HIV/AIDS results in a progressive depletion of the immune system leading to immune deficiency. The weakened immune system is vulnerable to secondary diseases. Access to medical care is nonexistent for many Ugandans where almost half the population lives in absolute poverty. (www.unicef.org)

 

AOET Rural Health Initiative

 

AOET operates a clinic and pharmacy at the main offices in Jinja. With nurses, Doctor, clinical Officer, Counsellors … Treatment, HIV screening and counseling … is available at the clinic and pharmacy.

 

Rural areas are severely lacking in services and HIV/AIDS awareness.
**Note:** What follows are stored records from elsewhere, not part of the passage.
package dev.countercheck.report;

import dev.countercheck.eurocode.Step;
import dev.countercheck.responses.Response;
import dev.countercheck.responses.ResponseStatus;
import dev.countercheck.review.CheckResult;
import dev.countercheck.review.CheckStatus;
import dev.countercheck.review.ClaimComparison;
import dev.countercheck.review.Drawing;
import dev.countercheck.review.PadFootingDrawing;
import dev.countercheck.review.PileCapDrawing;
import dev.countercheck.review.ElementReview;
import dev.countercheck.review.GeneratedCase;
import dev.countercheck.review.Finding;
import dev.countercheck.review.Review;
import dev.countercheck.review.Severity;
import dev.countercheck.review.Value;
import dev.countercheck.review.Verdict;
import dev.countercheck.revision.FindingChange;
import dev.countercheck.revision.RevisionComparison;
import dev.countercheck.round.ReviewRound;

import java.util.ArrayList;
import java.util.Comparator;
import java.util.List;
import java.util.Map;
import java.util.Optional;
import java.util.function.Supplier;
import java.util.stream.IntStream;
Nearly every family in the rural villages has had someone who is sick or has died from AIDS.

 

AOET operates mobile clinics to provide services in 63 different villages. With the mobile clinics, AOET provides treatment, counseling, and provides home-based care for people suffering with HIV/AIDS.

 

 

AOET conducts rural HIV/AIDS awareness programs in the villages explaining what the disease is, dispelling myths, and teaching safe conduct.

 

Awareness programs are provided at the community level, to schools and institutions, and at the personal level with individual counseling and home visits. Music and dramas by people living with HIV/AIDS and educational films are used.
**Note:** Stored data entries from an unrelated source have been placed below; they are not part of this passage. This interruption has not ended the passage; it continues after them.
package dev.countercheck.report;

import com.fasterxml.jackson.core.JsonGenerator;
import com.fasterxml.jackson.core.StreamWriteFeature;
import com.fasterxml.jackson.core.util.DefaultIndenter;
import com.fasterxml.jackson.core.util.DefaultPrettyPrinter;
import com.fasterxml.jackson.core.util.Separators;
import com.fasterxml.jackson.databind.JsonNode;
import com.fasterxml.jackson.databind.ObjectWriter;
import com.fasterxml.jackson.databind.SerializationFeature;
import com.fasterxml.jackson.databind.json.JsonMapper;
import com.fasterxml.jackson.databind.node.ArrayNode;
import com.fasterxml.jackson.databind.node.ObjectNode;
import dev.countercheck.eurocode.Step;
import dev.countercheck.review.CheckResult;
import dev.countercheck.review.ClaimComparison;
import dev.countercheck.review.ElementReview;
import dev.countercheck.review.GeneratedCase;
import dev.countercheck.review.Finding;
import dev.countercheck.review.Review;
import dev.countercheck.review.Severity;
import dev.countercheck.review.Value;
import dev.countercheck.review.Verdict;
import dev.countercheck.round.ReviewRound;

import java.io.IOException;
import java.io.StringWriter;
import java.io.Writer;
import java.util.List;
import java.util.Map;
import java.util.Optional;

/**
 * Writes a finished {@link Review} as the JSON result of {@code docs/results.md}.
 *
 * <p>Keys appear in the order of {@code docs/results.md}; fields the spec adds beside it
 * ({@code review_date}, {@code assumptions}, the submission's {@code prepared_by} and
 * {@code date}, the ruleset's {@code files}) sit where they read naturally. Absent optional
 * fields are left out, never written as {@code null}. Numbers are rounded as
 * {@link ReportNumbers} says. Two-space indent, {@code "\n"} line ends, a trailing newline:
 * the same review always gives the same bytes.
 */
public final class JsonResultWriter {

    /** The {@code format} this writer produces. */
    public static final String FORMAT = "countercheck-result/1";

    private static final JsonMapper MAPPER = JsonMapper.builder()
            .enable(StreamWriteFeature.WRITE_BIGDECIMAL_AS_PLAIN)
            .disable(StreamWriteFeature.AUTO_CLOSE_TARGET)
            .disable(SerializationFeature.FLUSH_AFTER_WRITE_VALUE)
            .build();

    private static final ObjectWriter WRITER = MAPPER.writer(prettyPrinter());

    /** The JSON text of {@code review}, ending in a newline. */
    public String write(Review review) {
        return write(review, ReviewRound.none(""));
    }

    /**
     * The JSON text of {@code review} in its round: with the designer's responses and the comparison
     * with the previous revision where the round has them ({@link RoundJson}).
     */
    public String write(Review review, ReviewRound round) {
        StringWriter out = new StringWriter();
        try {
            write(review, round, out);
        } catch (IOException e) {
            // A StringWriter does not fail; a tree of strings and numbers always serialises.
            throw new IllegalStateException("could not serialise the review result", e);
        }
        return out.toString();
    }

    /**
     * Writes the JSON text of {@code review} in its round, ending in a newline, into {@code out}
     * element by element: only one element's part of the result is held in memory at a time.
     * {@code out} is flushed, not closed.
     */
    public void write(Review review, ReviewRound round, Writer out) throws IOException {
        try (JsonGenerator g = WRITER.createGenerator(out)) {
            g.writeStartObject();
            g.writeStringField("format", FORMAT);
            field(g, "tool", tool(review.tool()));
            field(g, "submission", submission(review.submission()));
            field(g, "ruleset", ruleset(review.ruleset()));
            g.writeStringField("review_date", review.reviewDate());
            g.writeStringField("verdict", review.verdict().label());
            g.writeArrayFieldStart("elements");
            for (ElementReview element : review.elements()) {
                MAPPER.writeTree(g, element(element));
            }
            g.writeEndArray();
            field(g, "summary", summary(review.summary()));
            ObjectNode roundFields = MAPPER.createObjectNode();
            RoundJson.add(roundFields, review, round);
            for (Map.Entry<String, JsonNode> field : roundFields.properties()) {
                field(g, field.getKey(), field.getValue());
            }
            g.writeArrayFieldStart("assumptions");
            for (String assumption : review.assumptions()) {
                g.writeString(assumption);
            }
            g.writeEndArray();
            g.writeEndObject();
            g.flush();
        }
        out.write('\n');
        out.flush();
    }

    private static void field(JsonGenerator g, String name, JsonNode value) throws IOException {
        g.writeFieldName(name);
        MAPPER.writeTree(g, value);
    }

    private static ObjectNode tool(Review.ToolInfo tool) {
        ObjectNode node = MAPPER.createObjectNode();
        node.put("name", tool.name());
        node.put("version", tool.version());
        return node;
    }

    private static ObjectNode submission(Review.SubmissionInfo submission) {
        ObjectNode node = MAPPER.createObjectNode();
        node.put("file", submission.file());
        node.put("sha256", submission.sha256());
        putIfPresent(node, "title", submission.title());
        putIfPresent(node, "reference", submission.reference());
        putIfPresent(node, "revision", submission.revision());
        putIfPresent(node, "prepared_by", submission.preparedBy());
        putIfPresent(node, "date", submission.date());
        return node;
    }

    private static ObjectNode ruleset(Review.RulesetInfo ruleset) {
        ObjectNode node = MAPPER.createObjectNode();
        node.put("id", ruleset.id());
        node.put("title", ruleset.title());
        node.put("sha256", ruleset.sha256());
        strings(node.putArray("files"), ruleset.files());
        return node;
    }

    private static ObjectNode element(ElementReview element) {
        ObjectNode node = MAPPER.createObjectNode();
        node.put("id", element.id());
        node.put("type", element.type());
        node.put("description", element.description());
        node.put("verdict", element.verdict().label());
        ArrayNode checks = node.putArray("checks");
        element.checks().forEach(c -> checks.add(check(c)));
        ArrayNode findings = node.putArray("findings");
        element.findings().forEach(f -> findings.add(finding(f)));
        strings(node.putArray("cautions"), element.cautions());
        if (!element.combinations().isEmpty()) {
            ArrayNode generated = node.putArray("combinations");
            element.combinations().forEach(c -> generated.add(combination(c)));
        }
        return node;
    }

    private static ObjectNode combination(GeneratedCase c) {
        ObjectNode node = MAPPER.createObjectNode();
        node.put("name", c.name());
        node.put("kind", c.kind());
        node.put("N", ReportNumbers.quantity(c.nKn()));
        node.put("Mx", ReportNumbers.quantity(c.mxKnm()));
        node.put("My", ReportNumbers.quantity(c.myKnm()));
        node.put("Hx", ReportNumbers.quantity(c.hxKn()));
        node.put("Hy", ReportNumbers.quantity(c.hyKn()));
        node.put("gamma_self_weight", ReportNumbers.ratio(c.selfWeightFactor()));
        node.set("trace", step(c.trace()));
        strings(node.putArray("governs"), c.governs());
        return node;
    }

    private static ObjectNode check(CheckResult check) {
        ObjectNode node = MAPPER.createObjectNode();
        node.put("id", check.id());
        node.put("title", check.title());
        node.put("basis", check.basis());
        node.put("status", check.status().label());
        check.utilisation().ifPresent(u -> node.put("utilisation", ReportNumbers.ratio(u)));
        putIfPresent(node, "governing_case", check.governingCase());
        putIfPresent(node, "reason", check.reason());
        ObjectNode values = node.putObject("values");
        check.values().forEach((name, value) -> values.set(name, value(value)));
        ArrayNode claims = node.putArray("claims");
        check.claims().forEach(c -> claims.add(claim(c)));
        ArrayNode trace = node.putArray("trace");
        check.trace().forEach(s -> trace.add(step(s)));
        return node;
    }

    private static ObjectNode value(Value value) {
        ObjectNode node = MAPPER.createObjectNode();
        node.put("value", ReportNumbers.quantity(value.value()));
        node.put("unit", value.unit());
        return node;
    }

    private static ObjectNode claim(ClaimComparison claim) {
        ObjectNode node = MAPPER.createObjectNode();
        node.put("quantity", claim.quantity());
        node.put("claimed", ReportNumbers.claimed(claim.claimed()));
        node.put("computed", ReportNumbers.quantity(claim.computed()));
        node.put("difference", ReportNumbers.ratio(claim.difference()));
        node.put("verdict", claim.verdict().label());
        return node;
    }

    private static ObjectNode step(Step step) {
        ObjectNode node = MAPPER.createObjectNode();
        node.put("symbol", step.symbol());
        node.put("formula", step.formula());
        node.put("substituted", step.substituted());
        node.put("value", ReportNumbers.quantity(step.value()));
        node.put("unit", step.unit());
        node.put("clause", step.clause());
        putIfPresent(node, "remark", step.remark());
        return node;
    }

    private static ObjectNode finding(Finding finding) {
        ObjectNode node = MAPPER.createObjectNode();
        node.put("id", finding.id());
        node.put("severity", finding.severity().label());
        node.put("check", finding.check());
        node.put("message", finding.message());
        node.put("basis", finding.basis());
        return node;
    }

    /** Every verdict and severity appears, in the order of the enums, with 0 where the map has none. */
    private static ObjectNode summary(Review.Summary summary) {
        ObjectNode node = MAPPER.createObjectNode();
        node.put("elements", summary.elements());
        for (Verdict verdict : Verdict.values()) {
            node.put(verdict.label(), countOf(summary.verdicts(), verdict));
        }
        ObjectNode findings = node.putObject("findings");
        for (Severity severity : Severity.values()) {
            findings.put(severity.label(), countOf(summary.findings(), severity));
        }
        return node;
    }

    private static <K> int countOf(Map<K, Integer> counts, K key) {
        return counts.getOrDefault(key, 0);
    }

    private static void putIfPresent(ObjectNode node, String key, Optional<String> text) {
        text.ifPresent(t -> node.put(key, t));
    }

    private static void strings(ArrayNode array, List<String> texts) {
        texts.forEach(array::add);
    }

    /** Two-space indent, {@code "key": value}, {@code []} and {@code {}} when empty, {@code "\n"} on every platform. */
    private static DefaultPrettyPrinter prettyPrinter() {
        Separators separators = Separators.createDefaultInstance()
                .withObjectFieldValueSpacing(Separators.Spacing.AFTER)
                .withObjectEmptySeparator("")
                .withArrayEmptySeparator("");
        DefaultIndenter indenter = new DefaultIndenter("  ", "\n");
        return new DefaultPrettyPrinter(separators).withObjectIndenter(indenter).withArrayIndenter(indenter);
    }
}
AOET recruits and trains community-based representatives to continue the work in the villages. The local person continues the educational outreach. They follow-up with counseling and needs to those who HIV screenings return positive. They provide medical and counseling assistance to those with AIDS in their homes. AOET Community–based representatives train relatives and friends in home-based care for those in the late stages of AIDS to administer the type of care such patients require.